Re: mathematical area of closed vector path
Re: mathematical area of closed vector path
- Subject: Re: mathematical area of closed vector path
- From: mark <email@hidden>
- Date: Mon, 24 Jan 2005 19:06:19 -0800
I believe that you want to model your figures a a closed polygon (arcs being
just a set of vectors). From what I know, a concave or convex polygon's area
is: 1/2 * SUM from i = 0 TO N-1 of (x[i]*y[i+1]-x[i+1]*y[i])
Where N = # of verticies, and x[i] and y[i] are the x,y verticies of side i.
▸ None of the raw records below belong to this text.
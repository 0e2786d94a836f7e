/**
 * The checks whose figures claims seldom give (shared/claims/plan.ts): the limits of converters of
 * sunlight (Landsberg, Carnot, Shockley–Queisser for one junction), Faraday's law for electrolysers,
 * the energy per atom of metal–hydrogen cells, the road load of a vehicle said to charge itself,
 * Landauer's bound per bit; each run when the text gives its figures, else what it needs. And a
 * quantum efficiency above 1, noted.
 */
import { formatPrint } from '../print';
import { at, need, ofKind, uniq, type Basis } from './basis';
import { sentenceAround } from '../reader/context';
import { HEAT_ONLY_RE } from './signals';

/** A converter of sunlight to electricity. */
const SOLAR_CELL_RE = /(?<!\p{L})(?:solar (?:cells?|panels?|modules?|films?|arrays?)|(?:rooftop|roof-?top|home|residential) solar|solar(?:[^\S\n]+[\p{L}-]+){0,3}[^\S\n]*[,:;–—-][^\S\n]*(?:the[^\S\n]+)?(?:panels?|modules?)|PV (?:panels?|modules?|arrays?)|photovoltaic\w*|PV|perovskites?|(?:silicon|GaAs|gallium arsenide|CdTe|CIGS|organic)(?:[^\S\n]+[\p{L}-]+){0,2}?[^\S\n]+(?:cells?|films?|modules?)|hetero-?junction cells?|(?:one|1)[- ]sun|AM[^\S\n]?1\.5G?|single[- ]junction|multi[- ]junction|triple[- ]junction|tandem cells?|(?:mono|poly)-?(?:c-)?Si|c-Si|a-Si|(?:mono|poly|multi)-?crystalline(?:[^\S\n]+silicon)?|(?:panels?|modules?)(?=[^.;!?\n]{0,60}(?<!\p{L})(?:in|under)[^\S\n]+(?:full|peak|direct|bright|strong|midday|noon|standard)[^\S\n]+(?:sun|sunlight|sunshine)(?!\p{L}))|(?:of|from) (?:plain |the )?sunlight (?:in)?to electricity)(?!\p{L})/iu;
/** "single-junction", "triple-junction", "a 4-junction cell". */
const JUNCTIONS_RE = /(?<!\p{L})(single|one|double|dual|two|triple|three|four|five|six|\d{1,2})[- ]junction(?!\p{L})|(?<!\p{L})(tandem)(?!\p{L})/iu;
/** A plain crystalline-silicon cell, one junction (not a tandem that stacks another cell on silicon). */
const SILICON_CELL_RE = /(?<!\p{L})(?:(?:mono|poly|multi)-?crystalline(?:[^\S\n]+silicon)?|(?:mono|poly)-?(?:c-)?Si|c-Si|(?:crystalline[^\S\n]+)?silicon[^\S\n]+(?:solar[^\S\n]+)?(?:cells?|panels?|modules?|wafers?))(?!\p{L})/iu;
const STACKED_CELL_RE = /(?<!\p{L})(?:tandem|multi[- ]?junction|triple[- ]junction|double[- ]junction|dual[- ]junction|perovskites?|stacked|III-V|GaAs|gallium|InGaP|germanium|(?:2|3|4|two|three|four)[- ]junction)(?!\p{L})/iu;
const JUNCTION_COUNT: Record<string, number> = { single: 1, one: 1, double: 2, dual: 2, two: 2, tandem: 2, triple: 3, three: 3, four: 4, five: 5, six: 6 };
/** "under 500 suns", "at 1,000× concentration". */
const SUNS_RE = /(\d[\d,]*(?:\.\d+)?)[^\S\n]*(?:suns|×[^\S\n]*concentrat\w*|x[^\S\n]+concentrat\w*|-sun(?!\p{L}))/iu;
const ONE_SUN_RE = /(?<!\p{L})(?:one sun|1 sun|unconcentrated|no concentrators?|non-concentrat\w*|plain sunlight|AM ?1\.5|standard test conditions|STC)(?!\p{L})/iu;
/** The most concentrated sunlight (the sun filling the whole sky), as the light-converter check takes it. */
const MAX_SUNS = 46200;
/** Splitting water by a current. */
const ELECTROLYSIS_RE = /(?<!\p{L})(?:electroly[sz]\w*|HHO|oxyhydrogen|Brown'?s gas|hydroxy gas|hydrogen-on-demand|water cells?|water-splitting)(?!\p{L})/iu;
/** "a 6-cell stack", "eight cells in series", "a single cell". */
const CELLS_RE = /(?<!\p{L})(\d{1,3}|single|one|two|three|four|five|six|seven|eight|nine|ten|twelve)[- ](?:cells?|plates? pairs?)(?!\p{L})(?:[^.;!?\n]{0,20}in series)?/iu;
const CELL_WORDS: Record<string, number> = { single: 1, one: 1, two: 2, three: 3, four: 4, five: 5, six: 6, seven: 7, eight: 8, nine: 9, ten: 10, twelve: 12 };
/** The flow is hydrogen alone (a cell that separates the gases). */
const HYDROGEN_ONLY_RE = /(?<!\p{L})(?:of (?:pure |separated )?hydrogen(?! and)|hydrogen only|H2 only|hydrogen alone)(?!\p{L})/iu;
/** Cells of hydrogen or deuterium in a metal. */
const EXCESS_HEAT_CELL_RE = /(?<!\p{L})(?:palladium|deuterium|deuteride|LENR|cold fusion|low-energy nuclear|nickel[–-]hydrogen|metal hydrides?|heavy water|loaded with (?:hydrogen|deuterium)|lattice-assisted|lattice[- ]enabled)(?!\p{L})/iu;
/** The metals of metal–hydrogen cells, and their standard atomic weights (IUPAC, CIAAW 2021). */
const METAL_RE = /(?<!\p{L})(palladium|nickel|titanium|lithium)(?!\p{L})/iu;
const MOLAR_MASS: Record<string, number> = { palladium: 106.42, nickel: 58.6934, titanium: 47.867, lithium: 6.94 };
/** A vehicle said to charge itself. */
const SELF_CHARGING_VEHICLE_RE = /(?<!\p{L})(?:self-?(?:re)?charging|charges? (?:it|them)sel(?:f|ves)|never needs? (?:to be )?(?:charging|charged|plugging in)|infinite range|unlimited range)(?!\p{L})[^.;!?\n]{0,80}(?<!\p{L})(?:cars?|vehicles?|EVs?|trucks?|lorr(?:y|ies)|bus(?:es)?|scooters?|bikes?|sedans?|saloons?|hatchbacks?|SUVs?|vans?)(?!\p{L})|(?<!\p{L})(?:cars?|vehicles?|EVs?|trucks?|bus(?:es)?|scooters?|sedans?|saloons?|hatchbacks?|SUVs?|vans?)(?!\p{L})[^.;!?\n]{0,80}(?<!\p{L})(?:self-?(?:re)?charging|charges? itself|recharges? itself|never needs? (?:to be )?(?:charging|charged|plugging in)|infinite range|unlimited range)(?!\p{L})/iu;
/** "Each switching event in the chip dissipates 1e-18 J": the operation named before the energy. */
const PER_BIT_BEFORE_RE = /(?<!\p{L})(?:each|every|per|a single|one)[^\S\n]+(?:erased[^\S\n]+|logical[^\S\n]+|logic[^\S\n]+)?(?:bit|operation|erasure|switching event|switch|gate operation|logic operation|flip)(?:[^\S\n]+(?:erasure|flip))?(?!\p{L})[^.;!?\n]{0,70}$/iu;
/** "… J per bit", "for each bit erased", "per logic operation". */
const PER_BIT_RE = /^[^\S\n]*(?:(?:of energy|of work)[^\S\n]+)?(?:per|for each|for every|each|a)[^\S\n]+(?:erased[^\S\n]+|logical[^\S\n]+|logic[^\S\n]+)?(?:bit|bits|operation|erasure|switching event|gate operation|flip)(?!\p{L})/iu;
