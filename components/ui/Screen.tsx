import type { ReactNode } from 'react';
import { StyleSheet, Text, View } from 'react-native';
import { space, type } from '../theme';

interface ScreenProps {
  /** `screen-<name>`, on the screen's root. */
  testID: string;
  title: string;
  /** A sentence or two in the reading face beneath the title. */
  lead?: ReactNode;
  children?: ReactNode;
}

/** The frame of every screen: its one top-level heading, an optional lead, then the content. */
export function Screen({ testID, title, lead, children }: ScreenProps) {
  return (
    <View testID={testID} style={styles.root}>
      <Text role="heading" aria-level={1} style={type.display}>
        {title}
      </Text>
      {lead ? <Text style={[type.reading, styles.lead]}>{lead}</Text> : null}
      {children}
    </View>
  );
}

/** A titled part of a screen. */
export function Section({ title, children }: { title: string; children: ReactNode }) {
  return (
    <View style={styles.section}>
      <Text role="heading" aria-level={2} style={[type.title, styles.sectionTitle]}>
        {title}
      </Text>
      {children}
    </View>
  );
}

const styles = StyleSheet.create({
  root: { gap: space.md },
  lead: { marginTop: space.xxs },
  section: { marginTop: space.lg },
  sectionTitle: { marginBottom: space.sm },
});
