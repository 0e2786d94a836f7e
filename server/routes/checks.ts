/** The standard check kit over HTTP: the same functions the check screens run in the browser. */
import { Router } from 'express';
import { z } from 'zod';
import { checkList } from '../../shared/checks';
import { CheckInputError, isCheckName, runCheck } from '../../shared/checks/run';
import { HttpError } from '../http/errors';
import { validate } from '../http/validate';
import type { Allow } from '../policies';

const rawInput = z.union([
  z.string().max(80),
  z.object({ value: z.number().finite(), unit: z.string().max(40) }).strict(),
]);
export const checkRequestSchema = z.object({ inputs: z.record(z.string().max(40), rawInput).default({}) }).strict();

export function checkRoutes(allow: Allow): Router {
  const r = Router();

  r.get('/checks', allow('checks.list'), (_req, res) => {
    res.json({
      checks: checkList.map(({ name, title, summary, condition, inputs, cautions }) => ({
        name, title, summary, condition, inputs, cautions,
      })),
    });
  });

  r.post('/checks/:check', allow('checks.run'), (req, res) => {
    const name = req.params.check;
    if (!isCheckName(name)) {
      throw new HttpError(404, 'unknown_check', `There is no check "${name}". The kit has: ${checkList.map((c) => c.name).join(', ')}.`);
    }
    const { inputs } = validate(checkRequestSchema, req.body ?? {}, 'body');
    try {
      res.json(runCheck(name, inputs));
    } catch (err) {
      if (err instanceof CheckInputError) {
        const fields = Object.fromEntries(Object.entries(err.fields).map(([k, v]) => [`body.${k}`, v]));
        throw new HttpError(400, 'invalid_input', err.message, fields);
      }
      throw err;
    }
  });
  return r;
}
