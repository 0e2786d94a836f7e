import { useEffect } from 'react';
import { Platform } from 'react-native';

/** The name every page title ends with. */
export const SITE_NAME = 'Counterweight';

/** The description of the site as a whole (public/index.html): for screens that give none of their own. */
export const SITE_DESCRIPTION = 'Vetted, citable physics objections to impossible-machine claims.';

function setMeta(selector: string, attr: 'name' | 'property', key: string, content: string): void {
  let el = document.head.querySelector<HTMLMetaElement>(selector);
  if (!el) {
    el = document.createElement('meta');
    el.setAttribute(attr, key);
    document.head.appendChild(el);
  }
  el.setAttribute('content', content);
}

/**
 * Sets the browser tab's title (and, when given, the page description used by link previews) while the
 * screen is shown. Titles read "<what> — Counterweight". A no-op off the web.
 */
export function usePageTitle(title: string, description?: string): void {
  useEffect(() => {
    if (Platform.OS !== 'web' || typeof document === 'undefined') return;
    document.title = title;
    setMeta('meta[property="og:title"]', 'property', 'og:title', title);
    // A screen without a description of its own does not keep the one of the screen before it.
    const words = description || SITE_DESCRIPTION;
    setMeta('meta[name="description"]', 'name', 'description', words);
    setMeta('meta[property="og:description"]', 'property', 'og:description', words);
  }, [title, description]);
}
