describe('first-law', () => {
  test('over-unity is flagged with the ratio; stored energy running down is counted as input', () => {
    const over = run('first-law', { E_in: 1000, W_out: 600, Q_out: 500, dE_stored: 0 });
    expect(over.verdict.holds).toBe(false);
    expect(out(over)).toMatchObject({ E_out: 1100, balance: -100, over_unity: expect.closeTo(1.1, 12) });
    const battery = run('first-law', { E_in: 1000, W_out: 600, Q_out: 500, dE_stored: -200 });
    expect(battery.verdict.holds).toBe(true);
    expect(out(battery).over_unity).toBeCloseTo(1100 / 1200, 12);
  });
  test('an exact balance holds within the stated round-off tolerance', () => {
    expect(run('first-law', { E_in: 0.3, W_out: 0.1, Q_out: 0.2, dE_stored: 0 }).verdict.holds).toBe(true);
    expect(run('first-law', { E_in: 1, W_out: 1 + 1e-6, Q_out: 0, dE_stored: 0 }).verdict.holds).toBe(false);
  });
  test('no net input but output: no ratio, a clear message', () => {
    const r = run('first-law', { E_in: 100, W_out: 10, Q_out: 0, dE_stored: 100 });
    expect(r.verdict.holds).toBe(false);
    expect(out(r).over_unity).toBeUndefined();
    expect(r.verdict.message).toMatch(/nothing net/);
  });
});

describe('sideways-beam', () => {
  test('defaults: γ rises, v_z falls, p_z stays within 1e-9', () => {
    const r = run('sideways-beam');
    const o = out(r);
    expect(r.verdict.holds).toBe(true);
    expect(o.gamma_start).toBeCloseTo(10, 9);
    expect(o.gamma_end).toBeGreaterThan(o.gamma_start * 1.2);
    expect(o.vz_end).toBeLessThan(o.vz_start * 0.9);
    expect(Math.abs(o.pz_end / o.pz_start - 1)).toBeLessThanOrEqual(1e-9);
    expect(o.pz_drift_rel).toBeLessThanOrEqual(1e-9);
    // p_z = γ m v_z at the start: γ = 10 electron at 0.5° to z (|p| = m_e c √(γ² − 1))
    expect(o.pz_start).toBeCloseTo(M_ELECTRON * C_LIGHT * Math.sqrt(99) * Math.cos((0.5 * Math.PI) / 180), 30);
    expect(r.plots.map((p) => p.name)).toEqual(['pz-vs-time', 'gamma-vs-time', 'vz-vs-time']);
  });
  test('with E_z the change of p_z is the impulse q E_z t', () => {
    const o = out(run('sideways-beam', { E_z: 2e5, B_z: 0.01 }));
    expect(o.z_impulse).toBeCloseTo(-E_CHARGE * 2e5 * 20e-9, 30);
    expect(Math.abs(o.pz_change - o.z_impulse) / Math.abs(o.pz_start)).toBeLessThanOrEqual(1e-9);
    expect(o.pz_drift_rel).toBeLessThanOrEqual(1e-9);
  });
  test('a kinetic energy sets γ0: an electron with K = m_e c² = 0.51099895069 MeV (CODATA 2022, from memory) has γ0 = 2', () => {
    const r = run('sideways-beam', { K0: 0.51099895069e6 * E_CHARGE, gamma0: 10 });
    expect(out(r).gamma_start).toBeCloseTo(2, 9);
    expect(r.verdict.message).toMatch(/γ0 = 2\.00000/);
  });
  test('limits name the field', () => {
    expect(fieldOf(() => run('sideways-beam', { q: 0 }))).toBe('q');
    expect(fieldOf(() => run('sideways-beam', { steps: 1_000_000, particles: 100 }))).toBe('steps');
  });
});
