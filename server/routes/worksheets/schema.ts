/** Requests of /api/worksheets: evaluating any worksheet with given values. */
import { z } from 'zod';
import { quantityTextSchema, worksheetSchema } from '../../../shared/worksheet/schema';

/** POST /api/worksheets/evaluate */
export const evaluateRequestSchema = z
  .object({
    /** The worksheet itself (inputs, steps, checks), as shared/worksheet/schema.ts defines it. */
    worksheet: worksheetSchema,
    /** Values for its inputs by name, each a quantity with its unit ("3 kW"); a missing one takes its default. */
    values: z.record(z.string().max(40), quantityTextSchema).default({}),
  })
  .strict();
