import { Link } from 'expo-router';
import type { ReactNode } from 'react';
import { StyleSheet } from 'react-native';
import { colors, focusRing, type } from '../theme';

interface TextLinkProps {
  /** A path in the app ("/sign-in?next=%2Fadmin") or a full address. */
  href: string;
  children: ReactNode;
  testID?: string;
  /** `inline` inside running text; otherwise a link that stands on its own line. */
  inline?: boolean;
}

/** A link in words: teal and underlined, a real anchor on the web. */
export function TextLink({ href, children, testID, inline = false }: TextLinkProps) {
  return (
    <Link href={href} testID={testID} style={inline ? styles.inline : styles.block}>
      {children}
    </Link>
  );
}

const styles = StyleSheet.create({
  // A link on its own line is a touch target of 44 px at least (WCAG 2.1, 2.5.5): 11 + 22 + 11.
  // Links inside running text keep the line's height, as the criterion allows.
  block: {
    ...type.uiStrong,
    ...focusRing,
    alignSelf: 'flex-start',
    minHeight: 44,
    paddingVertical: (44 - type.uiStrong.lineHeight) / 2,
    color: colors.teal,
    textDecorationLine: 'underline',
  },
  inline: { ...focusRing, color: colors.teal, textDecorationLine: 'underline' },
});
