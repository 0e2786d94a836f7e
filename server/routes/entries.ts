/**
 * The library, for everyone: published entries, their versions (each for good at its permalink)
 * and the citation of a version; for editors: a new draft of a published entry, and retiring one.
 */
import { Router, type Request } from 'express';
import { z } from 'zod';
import { formatCitation, toBibtex, toRis, type CitationStyle } from '../../shared/entries/citations';
import { slugSchema } from '../../shared/entries/schema';
import { validate } from '../http/validate';
import type { EntryVersion } from '../models';
import type { Allow } from '../policies';
import { retireSchema, validateSized, type Entries } from '../services/entries';

const slugParams = z.object({ slug: slugSchema });
const versionParams = z.object({ slug: slugSchema, n: z.coerce.number().int().min(1, 'a version number (1, 2, 3 …)').max(1_000_000) });

export const entryListQuerySchema = z.object({
  law: slugSchema.optional(),
  mechanism: slugSchema.optional(),
  limit: z.coerce.number().int().min(1).max(100).default(20),
  offset: z.coerce.number().int().min(0).max(1_000_000).default(0),
});

export const CITE_FORMATS = ['apa', 'vancouver', 'harvard', 'bibtex', 'ris', 'csl-json'] as const;
export type CiteFormat = (typeof CITE_FORMATS)[number];
const citeQuerySchema = z.object({
  format: z.enum(CITE_FORMATS).default('apa'),
  version: z.coerce.number().int().min(1).max(1_000_000).optional(),
});

/** The permanent address of version n. */
export const permalink = (origin: string, slug: string, n: number) => `${origin}/entries/${slug}/v/${n}`;

const dateParts = (d: Date) => [d.getUTCFullYear(), d.getUTCMonth() + 1, d.getUTCDate()];

/**
 * The entry version as a CSL-JSON item: an entry in the reference work "Counterweight", by the
 * version's author, dated by its publication, with its version number and permanent URL. No
 * publisher: it would repeat the work's own name, which APA 7 (§9.29) leaves out.
 */
export function citedItem(slug: string, v: EntryVersion, url: string, accessed = new Date()): Record<string, unknown> & { id: string; type: string; title: string } {
  const name = v.author!.displayName.trim();
  const cut = name.lastIndexOf(' ');
  const author = cut > 0 ? { given: name.slice(0, cut), family: name.slice(cut + 1) } : { literal: name };
  return {
    id: `${slug}-v${v.number}`,
    type: 'entry-encyclopedia',
    title: v.content.title,
    'container-title': 'Counterweight',
    version: String(v.number),
    author: [author],
    issued: { 'date-parts': [dateParts(v.publishedAt!)] },
    accessed: { 'date-parts': [dateParts(accessed)] },
    URL: url,
  };
}

export function entryRoutes(allow: Allow, entries: Entries, origin: (req: Request) => string): Router {
  const r = Router();

  r.get('/entries', allow('entries.list'), async (req, res) => {
    const q = validate(entryListQuerySchema, req.query, 'query');
    res.json(await entries.list(q));
  });

  r.get('/entries/:slug', allow('entries.read'), async (req, res) => {
    const { slug } = validate(slugParams, req.params, 'params');
    res.json(await entries.read(slug));
  });

  r.get('/entries/:slug/versions', allow('entries.versions'), async (req, res) => {
    const { slug } = validate(slugParams, req.params, 'params');
    res.json({ versions: await entries.versions(slug) });
  });

  r.get('/entries/:slug/versions/:n', allow('entries.read'), async (req, res) => {
    const { slug, n } = validate(versionParams, req.params, 'params');
    // A published version never changes: caches may keep it.
    res.set('Cache-Control', 'public, max-age=3600');
    res.json(await entries.read(slug, n));
  });

  r.get('/entries/:slug/cite', allow('entries.cite'), async (req, res) => {
    const { slug } = validate(slugParams, req.params, 'params');
    const { format, version: n } = validate(citeQuerySchema, req.query, 'query');
    const { version } = await entries.versionRow(slug, n);
    const url = permalink(origin(req), slug, version.number!);
    const item = citedItem(slug, version, url);
    const date = version.publishedAt!.toISOString().slice(0, 10);
    const base = { format, url, version: version.number!, date };
    if (format === 'bibtex') return void res.json({ ...base, text: toBibtex([item]) });
    if (format === 'ris') return void res.json({ ...base, text: toRis([item]) });
    if (format === 'csl-json') return void res.json({ ...base, text: `${JSON.stringify([item], null, 2)}\n` });
    const style = format as CitationStyle;
    res.json({ ...base, text: formatCitation(item, style, 'text'), html: formatCitation(item, style, 'html') });
  });

  r.post('/entries/:slug/drafts', allow('entries.startDraft'), async (req, res) => {
    const { slug } = validate(slugParams, req.params, 'params');
    res.status(201).json({ draft: await entries.startDraft(req.user!, slug) });
  });

  r.post('/entries/:slug/retire', allow('entries.retire'), async (req, res) => {
    const { slug } = validate(slugParams, req.params, 'params');
    const { reason, successor } = validateSized(retireSchema, req.body ?? {}, 'body');
    res.json({ entry: await entries.retire(req.user!, slug, reason, successor) });
  });

  return r;
}
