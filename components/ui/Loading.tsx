import { ActivityIndicator, StyleSheet, Text, View } from 'react-native';
import { colors, space, type } from '../theme';

/** Progress for a wait the reader can see: a spinner and what is being fetched. */
export function Loading({ label, testID }: { label: string; testID?: string }) {
  return (
    <View testID={testID} style={styles.row}>
      <ActivityIndicator color={colors.teal} aria-label={label} />
      <Text style={type.caption}>{label}</Text>
    </View>
  );
}

const styles = StyleSheet.create({
  row: { flexDirection: 'row', alignItems: 'center', gap: space.sm, paddingVertical: space.sm },
});
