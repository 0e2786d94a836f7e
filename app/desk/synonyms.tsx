import { SynonymsScreen } from '@/components/desk/SynonymsScreen';

export default SynonymsScreen;
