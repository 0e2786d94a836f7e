/** The standard check kit over HTTP: the same functions the check screens run in the browser. */
import { Router, type RequestHandler } from 'express';
import { z } from 'zod';
import { checkList } from '../../shared/checks';
import { isCheckName } from '../../shared/checks/run';
import { computeFor, type ComputePool } from '../compute/pool';
import { HttpError } from '../http/errors';
import { validate } from '../http/validate';
import type { Allow } from '../policies';

const rawInput = z.union([
  z.string().max(80),
  z.object({ value: z.number().finite(), unit: z.string().max(40) }).strict(),
]);
export const checkRequestSchema = z.object({ inputs: z.record(z.string().max(40), rawInput).default({}) }).strict();

export interface ComputeRouteDeps {
  /** The worker threads the checks run in. */
  compute: ComputePool;
  /** The per-address limit on computations. */
  limit: RequestHandler;
}

export function checkRoutes(allow: Allow, { compute, limit }: ComputeRouteDeps): Router {
  const r = Router();

  r.get('/checks', allow('checks.list'), (_req, res) => {
    res.json({
      checks: checkList.map(({ name, title, summary, condition, inputs, cautions }) => ({
        name, title, summary, condition, inputs, cautions,
      })),
    });
  });

  r.post('/checks/:check', allow('checks.run'), limit, async (req, res) => {
    const name = String(req.params.check);
    if (!isCheckName(name)) {
      throw new HttpError(404, 'unknown_check', `There is no check "${name}". The kit has: ${checkList.map((c) => c.name).join(', ')}.`);
    }
    const { inputs } = validate(checkRequestSchema, req.body ?? {}, 'body');
    // In a worker thread (a bad input comes back as a 400 naming the field).
    res.json(await computeFor(res, compute, { kind: 'check', check: name, inputs }));
  });
  return r;
}
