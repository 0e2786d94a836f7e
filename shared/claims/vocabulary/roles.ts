/** The role words of the figure reader's vocabulary (shared/claims/figures-vocabulary.ts). */
import type { FigureRole } from '../types';

/**
 * Words that give a figure its role. `before`: read in the words before the figure (the nearest one
 * wins); `after`: read in the first words after it ("2 kW of input", "20 °C ambient"). Regex
 * fragments, matched in any case as whole words.
 */
export interface RoleWords {
  role: Exclude<FigureRole, null>;
  before: readonly string[];
  after: readonly string[];
}
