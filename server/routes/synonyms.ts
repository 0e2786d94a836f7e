/** The trade's synonym groups (issue 11; contract in shared/synonyms.ts): read by anyone, edited by editors. */
import { Router } from 'express';
import { z } from 'zod';
import { synonymGroupCreateSchema, synonymGroupUpdateSchema, type SynonymGroupResponse, type SynonymListResponse } from '../../shared/synonyms';
import { validate } from '../http/validate';
import type { Allow } from '../policies';
import type { Synonyms } from '../services/synonyms';

const idParams = z.object({ id: z.coerce.number({ error: 'a group number' }).int().min(1, 'a group number').max(4_000_000_000, 'a group number') });

export function synonymRoutes(allow: Allow, synonyms: Synonyms): Router {
  const r = Router();
  r.get('/synonyms', allow('synonyms.list'), async (_req, res) => {
    const payload: SynonymListResponse = { groups: await synonyms.list() };
    res.set('Cache-Control', 'no-cache').json(payload);
  });
  r.post('/synonyms', allow('synonyms.create'), async (req, res) => {
    const input = validate(synonymGroupCreateSchema, req.body ?? {}, 'body');
    const payload: SynonymGroupResponse = { group: await synonyms.create(req.user!, input) };
    res.status(201).json(payload);
  });
  r.put('/synonyms/:id', allow('synonyms.update'), async (req, res) => {
    const { id } = validate(idParams, req.params, 'params');
    const input = validate(synonymGroupUpdateSchema, req.body ?? {}, 'body');
    const payload: SynonymGroupResponse = { group: await synonyms.update(req.user!, id, input) };
    res.json(payload);
  });
  r.delete('/synonyms/:id', allow('synonyms.delete'), async (req, res) => {
    const { id } = validate(idParams, req.params, 'params');
    await synonyms.remove(req.user!, id);
    res.status(204).end();
  });
  return r;
}
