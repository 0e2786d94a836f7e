import { NewEntryScreen } from '@/components/desk/DraftScreen';

export default NewEntryScreen;
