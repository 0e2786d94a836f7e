import { ActivityIndicator, Pressable, StyleSheet, Text } from 'react-native';
import { colors, focusRing, radius, space, type } from '../theme';

interface ButtonProps {
  label: string;
  onPress: () => void;
  testID?: string;
  /** `quiet` for the second action of a place (cancel, sign out): outlined, not filled. */
  variant?: 'primary' | 'quiet';
  /** While a request is on its way: the button shows progress, says so, and cannot be pressed again. */
  busy?: boolean;
  /** What the button says while busy, e.g. "Signing in…". */
  busyLabel?: string;
  disabled?: boolean;
}

/** The primary action: teal, one per place; `quiet` for the ones beside it. */
export function Button({ label, onPress, testID, variant = 'primary', busy = false, busyLabel, disabled = false }: ButtonProps) {
  const quiet = variant === 'quiet';
  const inactive = busy || disabled;
  return (
    <Pressable
      role="button"
      onPress={onPress}
      testID={testID}
      disabled={inactive}
      aria-busy={busy || undefined}
      style={({ pressed }) => [styles.button, quiet && styles.quiet, pressed && styles.pressed, inactive && styles.inactive]}
    >
      {busy ? <ActivityIndicator size="small" color={quiet ? colors.teal : colors.paper} /> : null}
      <Text style={[styles.label, quiet && styles.quietLabel]}>{busy && busyLabel ? busyLabel : label}</Text>
    </Pressable>
  );
}

const styles = StyleSheet.create({
  button: {
    ...focusRing,
    alignSelf: 'flex-start',
    flexDirection: 'row',
    alignItems: 'center',
    gap: space.xs,
    backgroundColor: colors.teal,
    borderColor: colors.teal,
    borderWidth: 1,
    borderRadius: radius.sm,
    paddingHorizontal: space.md,
    paddingVertical: space.xs,
    // A touch target of 44 px at least (WCAG 2.1, 2.5.5).
    minHeight: 44,
    minWidth: 44,
  },
  quiet: { backgroundColor: colors.surface },
  pressed: { opacity: 0.85 },
  inactive: { opacity: 0.6 },
  label: { ...type.uiStrong, color: colors.paper },
  quietLabel: { color: colors.teal },
});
I don't think this formula covers the case when the polygon intersects
itself or has holes in it. You'll also need to check for negative area,
which can happen depending on rotation.
Here's the (C++) code that I use (where outVertices is a <vector> of x,y
verticies). I do a special case for triangles and quadrilaterals, mainly
for efficiency purposes.
Hope this helps you get startedĀ
long numOutVertices = outVertices.size();
if(numOutVertices > 2)
{
double x0 = outVertices[0].GetX();
double y0 = outVertices[0].GetY();
if (numOutVertices == 3) // use different area formula for
triangle
{ // (V1-V0)x(V2-V0) -->
(x[1]-x[0])*(y[2]-y[0])-(x[2]-x[0])*(y[1]-y[0])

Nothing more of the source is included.